───── Supplied records
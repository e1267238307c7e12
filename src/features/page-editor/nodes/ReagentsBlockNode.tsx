import type { JSX } from 'react';
import type { SerializedPartial } from 'lexical';
import { ReagentsNode, type ReagentRow, type SerializedReagentsNode } from '../../../../shared/editor';
import { ReagentsBlock } from '../reagents/ReagentsBlock';

/** The reagent table as the browser shows it; fields and type come from shared/editor. */
export class ReagentsBlockNode extends ReagentsNode {
  static getType(): string {
    return ReagentsNode.getType();
  }

  static clone(node: ReagentsBlockNode): ReagentsBlockNode {
    return new ReagentsBlockNode({ rows: node.__rows }, node.__key);
  }

  static importJSON(json: SerializedPartial<SerializedReagentsNode>): ReagentsBlockNode {
    return new ReagentsBlockNode().updateFromJSON(json);
  }

  createDOM(): HTMLElement {
    const element = super.createDOM();
    element.className = 'my-4';
    return element;
  }

  decorate(): JSX.Element {
    return <ReagentsBlock nodeKey={this.getKey()} rows={this.fields().rows} />;
  }
}

export function $createReagentsBlockNode(rows: ReagentRow[]): ReagentsBlockNode {
  return new ReagentsBlockNode({ rows });
}
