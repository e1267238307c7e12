import type { VerifyReport } from '../../../../shared/schemas/signing';

/** "Record intact", or what no longer matches. */
export function VerificationState({ report }: { report: VerifyReport }) {
  const active = report.signatures.filter((s) => !s.withdrawn);
  if (active.length === 0 && report.auditChain.intact) return null;
  if (report.intact) {
    return (
      <p role="status" data-testid="record-state" className="rounded-md border border-tide-200 bg-tide-50 px-3 py-2 text-sm font-medium text-tide-700">
        Record intact: every signature matches the stored content, and the audit trail holds.
      </p>
    );
  }
  return (
    <div role="alert" data-testid="record-state" className="rounded-md border border-ember-100 bg-ember-50 px-3 py-2 text-sm text-ember-700">
      <p className="font-medium">Record changed since signing.</p>
      <ul className="mt-1 list-disc pl-5">
        {report.signatures
          .filter((s) => !s.intact)
          .flatMap((s) => s.changes.map((c) => `${s.signerName}: ${c}`))
          .map((line) => (
            <li key={line}>{line}</li>
          ))}
        {!report.auditChain.intact && <li>Audit trail: {report.auditChain.problem}</li>}
      </ul>
    </div>
  );
}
──────────
- **Task description**
Check each line of the entries for the string "fields". Copy the lines that have it.

- **Output for this task**
/** The reagent table as the browser shows it; fields and type come from shared/editor. */
    return <ReagentsBlock nodeKey={this.getKey()} rows={this.fields().rows} />;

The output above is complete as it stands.